John D. Boyd | Aug 28, 2009 12:52PM EDT
The Houston area’s container-hauling drayage truckers will be both targets and beneficiaries of a revolving fund to finance clean-truck upgrades or purchases of new rigs, under a $9 million stimulus grant from the Environmental Protection Agency.
The award comes out of a $300 million grant pool in the Recovery Act, to bolster the EPA’s National Clean Diesel Campaign.
The agency usually makes the clean diesel grants as payments for construction projects, or to help ports and cities pay to either retrofit or replace specific pieces of equipment. But the grant to the Houston-Galveston Area Council is one of three the EPA made this week to fund innovative loan programs, under which borrowers can spruce up older diesel trucks and other equipment, or buy new ones.
This one involves a partnership by H-GAC, the Houston Port Authority and the Environmental Defense Fund in what they said is a program “to tackle one of the largest and most difficult-to-address sources of pollution at any port: drayage trucks.”
Replacing older rigs can cost owners a lot of money. State officials already tap a grant program from the Federal Highway Administration to help buy replacements, and Texas has its own emissions reduction program grants that are funded from fees on new diesel equipment purchases.
But that can sometimes still leave owners to come up with tens of thousands of dollars to complete a new purchase, so the EPA-financed revolving loan pool can bridge that gap. The idea is to lend the money to help buy hundreds of new cargo trucks over several years, with loan repayments replenishing the fund enough to keep it going through 2013, a spokeswoman said.

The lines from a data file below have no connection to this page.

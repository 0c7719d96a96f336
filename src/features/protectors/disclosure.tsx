import { type ReactNode, useState } from "react";

/** Part of a form that few need: folded until it is opened, holds something, or has a fault. */
export function Disclosure({
  title,
  stated,
  hasFault,
  children,
}: {
  title: ReactNode;
  /** What is in it, in few words; null: nothing. */
  stated: string | null;
  hasFault: boolean;
  children: ReactNode;
}) {
  const [isOpen, setIsOpen] = useState(stated !== null);
  return (
    <details
      className="form-part"
      open={isOpen || hasFault}
      onToggle={(event) => setIsOpen(event.currentTarget.open)}
    >
      <summary>
        {title}
        {stated && <span className="beneath">, {stated}</span>}
      </summary>
      <div className="form-part-fields">{children}</div>
    </details>
  );
}
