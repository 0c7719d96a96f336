import { useLingui } from "@lingui/react";
import type { UseFormReturn } from "react-hook-form";
import type { z } from "zod";
import type { NewProtectorInput } from "../../../shared/schemas/protector";
import { BandFields } from "../../components/band-fields";
import { DateField, Field, NumberField, TextAreaField } from "../../components/form";
import { NumberInput } from "../../components/number-input";

export type ProtectorForm = UseFormReturn<
  z.input<typeof NewProtectorInput>,
  unknown,
  z.output<typeof NewProtectorInput>
>;

const NO_ACTIVE = {
  attenuationDb: null,
  delayS: null,
  gain: null,
  maximumDb: null,
  bandwidthHz: null,
  saturatesAboveDb: null,
  batteryMin: null,
};

/** The single numbers of the label, side by side as a label has them. */
function LabelledNumbers({ form }: { form: ProtectorForm }) {
  const { i18n } = useLingui();
  const numbers = [
    { key: "usRatingDb", label: i18n.t("US number") },
    { key: "snrDb", label: i18n.t("SNR") },
    { key: "hDb", label: i18n.t("H") },
    { key: "mDb", label: i18n.t("M") },
    { key: "lDb", label: i18n.t("L") },
    { key: "slc80Db", label: i18n.t("SLC80") },
  ] as const;
  const messageOf = (key: (typeof numbers)[number]["key"]) =>
    form.formState.errors.data?.[key]?.message;
  const messages = numbers.flatMap(({ key, label }) => {
    const message = messageOf(key);
    return message ? [`${label}: ${message}`] : [];
  });
  return (
    <Field
      label={i18n.t("On the label, dB")}
      isGroup
      isOptional
      error={messages.length > 0 ? messages.join(" ") : undefined}
    >
      {(wires) => (
        <div className="band-cells is-label">
          {numbers.map(({ key, label }) => (
            <div key={key}>
              <span aria-hidden="true">{label}</span>
              <NumberInput
                className="input band-input"
                aria-label={`${label}, dB`}
                aria-describedby={wires["aria-describedby"]}
                aria-invalid={messageOf(key) ? true : undefined}
                value={form.watch(`data.${key}`)}
                onValue={(value) =>
                  form.setValue(`data.${key}`, value as number | null, {
                    shouldDirty: true,
                    shouldValidate: form.formState.isSubmitted,
                  })
                }
              />
            </div>
          ))}
        </div>
      )}
    </Field>
  );
}

/** What certificate and test reports say of a model, from a date on. */
export function ProtectorDataFields({
  form,
  needsReason,
}: {
  form: ProtectorForm;
  needsReason: boolean;
}) {
  const { i18n } = useLingui();
  const active = form.watch("data.active");
  return (
    <>
      <LabelledNumbers form={form} />
      <BandFields
        form={form}
        name="data.bands"
        label={i18n.t("By octave band, dB")}
        rows={[
          { key: "meanDb", label: i18n.t("Mean attenuation") },
          { key: "sdDb", label: i18n.t("Standard deviation") },
        ]}
        note={i18n.t(
          "63 Hz may stay empty, the others not. Eight values can be pasted into any cell.",
        )}
      />
      <Field label={i18n.t("Active part")} error={undefined} isGroup>
        {() => (
          <label className="choice">
            <input
              type="checkbox"
              checked={active !== null && active !== undefined}
              onChange={(event) =>
                form.setValue("data.active", event.target.checked ? NO_ACTIVE : null, {
                  shouldDirty: true,
                })
              }
            />
            <span>{i18n.t("It cancels noise electronically")}</span>
          </label>
        )}
      </Field>
      {active && (
        <>
          <BandFields
            form={form}
            name="data.active.attenuationDb"
            label={i18n.t("Active attenuation, dB")}
            rows={[{ label: i18n.t("Active attenuation") }]}
            note={i18n.t(
              "From its own test report; negative where it adds noise. Without a report: delay and gain.",
            )}
          />
          <NumberField
            form={form}
            name="data.active.delayS"
            label={i18n.t("Delay")}
            unit="s"
            isOptional
            note={i18n.t("Of the canceller; 50 µs is 0.00005.")}
          />
          <NumberField
            form={form}
            name="data.active.gain"
            label={i18n.t("Gain")}
            isOptional
            note={i18n.t("1 is perfect.")}
          />
          <NumberField
            form={form}
            name="data.active.maximumDb"
            label={i18n.t("At most")}
            unit="dB"
            isOptional
          />
          <NumberField
            form={form}
            name="data.active.bandwidthHz"
            label={i18n.t("Works up to")}
            unit="Hz"
            isOptional
          />
          <NumberField
            form={form}
            name="data.active.saturatesAboveDb"
            label={i18n.t("Saturates above")}
            unit="dB(A)"
            isOptional
          />
          <NumberField
            form={form}
            name="data.active.batteryMin"
            label={i18n.t("Battery lasts")}
            unit="min"
            isOptional
          />
        </>
      )}
      <DateField
        form={form}
        name="data.effectiveFrom"
        label={i18n.t("Holds from")}
        note={
          needsReason
            ? i18n.t("It may lie back: who wore it since then is judged again.")
            : undefined
        }
      />
      {needsReason && (
        <TextAreaField form={form} name="data.reason" label={i18n.t("Reason")} rows={2} />
      )}
    </>
  );
}
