describe("cancelling", () => {
  test.each(["uploaded", "reading", "ready", "storing"] as const)(
    "while it is %s leaves neither row nor file",
    async (state) => {
      const { site, client, send } = await buildPlace();
      const { body } = await send();
      const [file] = await select<{ sha256: string }>(
        "SELECT encode(sha256, 'hex') AS sha256 FROM files WHERE organization_id = $1",
        [site.organizationId],
      );
      const path = fileStore().pathOf(site.organizationId, file!.sha256);
      expect(existsSync(path)).toBe(true);
      if (state !== "uploaded")
        await client.post(`/history-imports/${body.id}/read`, { mapping: historyMapping() });
      if (state === "ready" || state === "storing") await workOn(site, body.id);
      if (state === "storing")
        await client.post(`/history-imports/${body.id}/store`, { covers: "shift" });
      expect((await client.get(`/history-imports/${body.id}`)).body.state).toBe(state);
      const cancelled = await client.post(`/history-imports/${body.id}/cancel`, {});
      expect(cancelled.body).toMatchObject({
        state: "cancelled",
        fileName: "levels.csv",
        head: null,
        report: null,
      });
      await workOn(site, body.id);
      expect(existsSync(path)).toBe(false);
      for (const table of [
        "files",
        "time_histories",
        "time_history_chunks",
        "runs",
        "history_mappings",
      ])
        expect(
          await select(`SELECT 1 FROM ${table} WHERE organization_id = $1`, [site.organizationId]),
        ).toEqual([]);
      expect((await client.post(`/history-imports/${body.id}/cancel`, {})).body.code).toBe(
        "wrong-state",
      );
      expect((await send()).status).toBe(201);
    },
  );

  test("in the middle of the work stops it", async () => {
    const { site, client, send } = await buildPlace();
    const { body } = await send(
      historyText({ count: 80_000, levelDb: (index) => 80 + (index % 997) / 100 }),
    );
    await client.post(`/history-imports/${body.id}/read`, { mapping: historyMapping() });
    const working = workOn(site, body.id);
    await client.post(`/history-imports/${body.id}/cancel`, {});
    await working;
    expect((await client.get(`/history-imports/${body.id}`)).body.state).toBe("cancelled");
  });
});

describe("when a process dies", () => {
  test("the order is queued again after a minute of silence, and ends whole", async () => {
    const { site, client, send } = await buildPlace();
    const { body } = await send();
    await read(client, site, body.id);
    await client.post(`/history-imports/${body.id}/store`, { covers: "shift" });
    await select(
      "UPDATE history_imports SET tries = 1, progress_pct = 40, updated_at = now() - interval '2 minutes' WHERE id = $1",
      [body.id],
    );
    await select("DELETE FROM graphile_worker._private_jobs WHERE key = $1", [
      `history-import:${body.id}`,
    ]);
    await lookAfter();
    expect(
      await select("SELECT 1 FROM graphile_worker._private_jobs WHERE key = $1", [
        `history-import:${body.id}`,
      ]),
    ).toHaveLength(1);
    await Promise.all([workOn(site, body.id), workOn(site, body.id)]);
    expect((await client.get(`/history-imports/${body.id}`)).body.state).toBe("stored");
    expect(await select("SELECT 1 FROM time_histories WHERE site_id = $1", [site.id])).toHaveLength(
      1,
    );
    expect(
      await select("SELECT 1 FROM run_revisions WHERE organization_id = $1", [site.organizationId]),
    ).toHaveLength(1);
  });

  test("one that ends the process each time is given up", async () => {
    const { site, client, send } = await buildPlace();
    const { body } = await send();
    await client.post(`/history-imports/${body.id}/read`, { mapping: historyMapping() });
    await select("UPDATE history_imports SET tries = 3 WHERE id = $1", [body.id]);
    await workOn(site, body.id);
    expect((await client.get(`/history-imports/${body.id}`)).body.state).toBe("failed");
    expect((await read(client, site, body.id)).body.state).toBe("ready");
  });

  test("a store order while it is read is refused", async () => {
    const { client, send } = await buildPlace();
    const { body } = await send();
    const ordered = await client.post(`/history-imports/${body.id}/read`, {
      mapping: historyMapping(),
    });
    expect(ordered.body.state).toBe("reading");
    const store = await client.post(`/history-imports/${body.id}/store`, { covers: "shift" });
    expect([store.status, store.body.code]).toEqual([409, "wrong-state"]);
  });
});
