import { useLingui } from "@lingui/react";
import type { UseFormReturn } from "react-hook-form";
import type { z } from "zod";
import { US_LABEL_HZ } from "../../../shared/acoustics/types";
import type { NewProtectorInput } from "../../../shared/schemas/protector";
import { BandFields } from "../../components/band-fields";
import { DateField, Field, NumberField, TextAreaField } from "../../components/form";
import { Disclosure } from "./disclosure";
import { mayBeActive } from "./kinds";
import { LabelFields } from "./label-fields";
import { hasTestData, labelRatings } from "./label-ratings";
import { RatingsTable } from "./ratings-table";
import { SubjectsField } from "./subjects-field";
import { typedFacts } from "./typed-facts";
import { UseFields } from "./use-fields";
import "../../styles/protectors.css";

export type ProtectorForm = UseFormReturn<
  z.input<typeof NewProtectorInput>,
  unknown,
  z.output<typeof NewProtectorInput>
>;

const NO_ACTIVE = {
  attenuationDb: null,
  delayS: null,
  gain: null,
  maximumDb: null,
  bandwidthHz: null,
  saturatesAboveDb: null,
  batteryMin: null,
};

/** Label and test data as they are typed, one beside the other. */
function LiveRatings({ form }: { form: ProtectorForm }) {
  const { i18n } = useLingui();
  const ratings = labelRatings(typedFacts(form.watch("data")));
  if (!ratings.some(hasTestData)) return null;
  return (
    <section className="live-ratings" aria-label={i18n.t("The label beside its test data")}>
      <RatingsTable ratings={ratings} auClass={form.watch("data.auClass") ?? null} />
    </section>
  );
}

/** The electronic part: from its test report, or from delay and gain. */
function ActiveFields({ form }: { form: ProtectorForm }) {
  const { i18n } = useLingui();
  const [kind, active] = form.watch(["kind", "data.active"]);
  if (!mayBeActive(kind) && !active) return null;
  return (
    <>
      <Field
        label={i18n.t("Active part")}
        error={undefined}
        note={
          !active && (kind === "active-earmuff" || kind === "active-plug")
            ? i18n.t("Without it the device counts as its cup or plug alone.")
            : undefined
        }
        isGroup
      >
        {() => (
          <label className="choice">
            <input
              type="checkbox"
              checked={active !== null && active !== undefined}
              onChange={(event) =>
                form.setValue("data.active", event.target.checked ? NO_ACTIVE : null, {
                  shouldDirty: true,
                })
              }
            />
            <span>{i18n.t("It cancels noise electronically")}</span>
          </label>
        )}
      </Field>
      {active && (
        <>
          <BandFields
            form={form}
            name="data.active.attenuationDb"
            label={i18n.t("Active attenuation, dB")}
            rows={[{ label: i18n.t("Active attenuation") }]}
            thirds="refuse"
            note={i18n.t(
              "From its own test report; negative where it adds noise. Without a report: delay and gain.",
            )}
          />
          <NumberField
            form={form}
            name="data.active.delayS"
            label={i18n.t("Delay")}
            unit="µs"
            factor={1e6}
            isOptional
            note={i18n.t("Of the canceller.")}
          />
          <NumberField
            form={form}
            name="data.active.gain"
            label={i18n.t("Gain")}
            isOptional
            note={i18n.t("1 is perfect.")}
          />
          <NumberField
            form={form}
            name="data.active.maximumDb"
            label={i18n.t("At most")}
            unit="dB"
            isOptional
          />
          <NumberField
            form={form}
            name="data.active.bandwidthHz"
            label={i18n.t("Works up to")}
            unit="Hz"
            isOptional
          />
          <NumberField
            form={form}
            name="data.active.saturatesAboveDb"
            label={i18n.t("Saturates above")}
            unit="dB(A)"
            isOptional
          />
          <NumberField
            form={form}
            name="data.active.batteryMin"
            label={i18n.t("Battery lasts")}
            unit="h"
            factor={1 / 60}
            isOptional
          />
        </>
      )}
    </>
  );
}

/** Takes whoever sent the form to the first thing that is wrong with it. */
export function focusFirstFault(formName: string): void {
  // Folded parts open as the form is drawn anew.
  requestAnimationFrame(() =>
    document
      .querySelector<HTMLElement>(`form[aria-label="${formName}"] [aria-invalid="true"]`)
      ?.focus(),
  );
}

/** What certificate and test reports say of a model, from a date on. */
export function ProtectorDataFields({
  form,
  needsReason,
}: {
  form: ProtectorForm;
  needsReason: boolean;
}) {
  const { i18n } = useLingui();
  const [usLabel, subjects, sizes, worksWith, cushions, tips] = form.watch([
    "data.usLabel",
    "data.subjectsDb",
    "data.sizes",
    "data.worksWith",
    "data.cushionsEveryDays",
    "data.tipsEveryDays",
  ]);
  const faults = form.formState.errors.data;
  const usesStated =
    (sizes?.length ?? 0) > 0 ||
    Object.values(worksWith ?? {}).some((value) => value !== null) ||
    cushions != null ||
    tips != null;
  return (
    <>
      <LabelFields form={form} />
      <BandFields
        form={form}
        name="data.bands"
        label={i18n.t("By octave band, dB")}
        rows={[
          { key: "meanDb", label: i18n.t("Mean attenuation") },
          { key: "sdDb", label: i18n.t("Standard deviation") },
        ]}
        thirds="centre"
        note={i18n.t(
          "63 Hz may stay empty, the others not. Eight values can be pasted into any cell.",
        )}
      />
      <Disclosure
        title={i18n.t("US test data by third-octave")}
        stated={usLabel ? i18n.t("stated") : null}
        hasFault={faults?.usLabel !== undefined}
      >
        <BandFields
          form={form}
          name="data.usLabel"
          bandsHz={US_LABEL_HZ}
          label={i18n.t("At the label’s frequencies, dB")}
          rows={[
            { key: "meanDb", label: i18n.t("Mean attenuation") },
            { key: "sdDb", label: i18n.t("Standard deviation") },
          ]}
          thirds="centre"
          note={i18n.t(
            "All nine, with 3150 and 6300 Hz: without these two the US number can’t be recomputed.",
          )}
        />
      </Disclosure>
      <Disclosure
        title={i18n.t("Single test subjects")}
        stated={subjects ? i18n.t("stated") : null}
        hasFault={faults?.subjectsDb !== undefined}
      >
        <SubjectsField form={form} />
      </Disclosure>
      <LiveRatings form={form} />
      <ActiveFields form={form} />
      <Disclosure
        title={i18n.t("Sizes, what it goes with, replacement")}
        stated={usesStated ? i18n.t("stated") : null}
        hasFault={[
          faults?.sizes,
          faults?.worksWith,
          faults?.cushionsEveryDays,
          faults?.tipsEveryDays,
        ].some((fault) => fault !== undefined)}
      >
        <UseFields form={form} />
      </Disclosure>
      <DateField
        form={form}
        name="data.effectiveFrom"
        label={i18n.t("Holds from")}
        note={
          needsReason
            ? i18n.t("It may lie back: who wore it since then is judged again.")
            : undefined
        }
      />
      {needsReason && (
        <TextAreaField form={form} name="data.reason" label={i18n.t("Reason")} rows={2} />
      )}
    </>
  );
}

“The program targets owners of the more than 3,000 trucks operating at the Port of Houston,” the regional groups said in a joint statement, “where most truckers are self-employed, owner-operators, or employees of one of the more than 150 private companies that are Port of Houston terminal operators.”
The loans can range from $5,000 to $100,000 and will carry an interest rate of at least 4 percent, according to information from H-GAC. Vehicle replacement loans may run five to seven years; loans to cover equipment upgrades for idle-reduction devices and other emission controls may last three to five years.
The partners aim to lend 25 percent of the money in the first year to cover 51 trucks, escalate to 103 more vehicles in year two and 51 again in the third year before the program reverts to a loan pool that is funded by loan repayments.
Along the way, backers expect to create or retain six jobs to run it, and another 207 for industry. They expect the equipment changes to save nearly 30,000 gallons of diesel fuel and thousands of tons of emissions.
The EPA announced $20 million worth of such revolving loan-fund grants. Besides the Houston award, they include $9 million for diesel truck upgrades and replacements in Oregon, and $2 million for the Louisville, Ky., area to spend on off-road diesel equipment such as for construction or agriculture.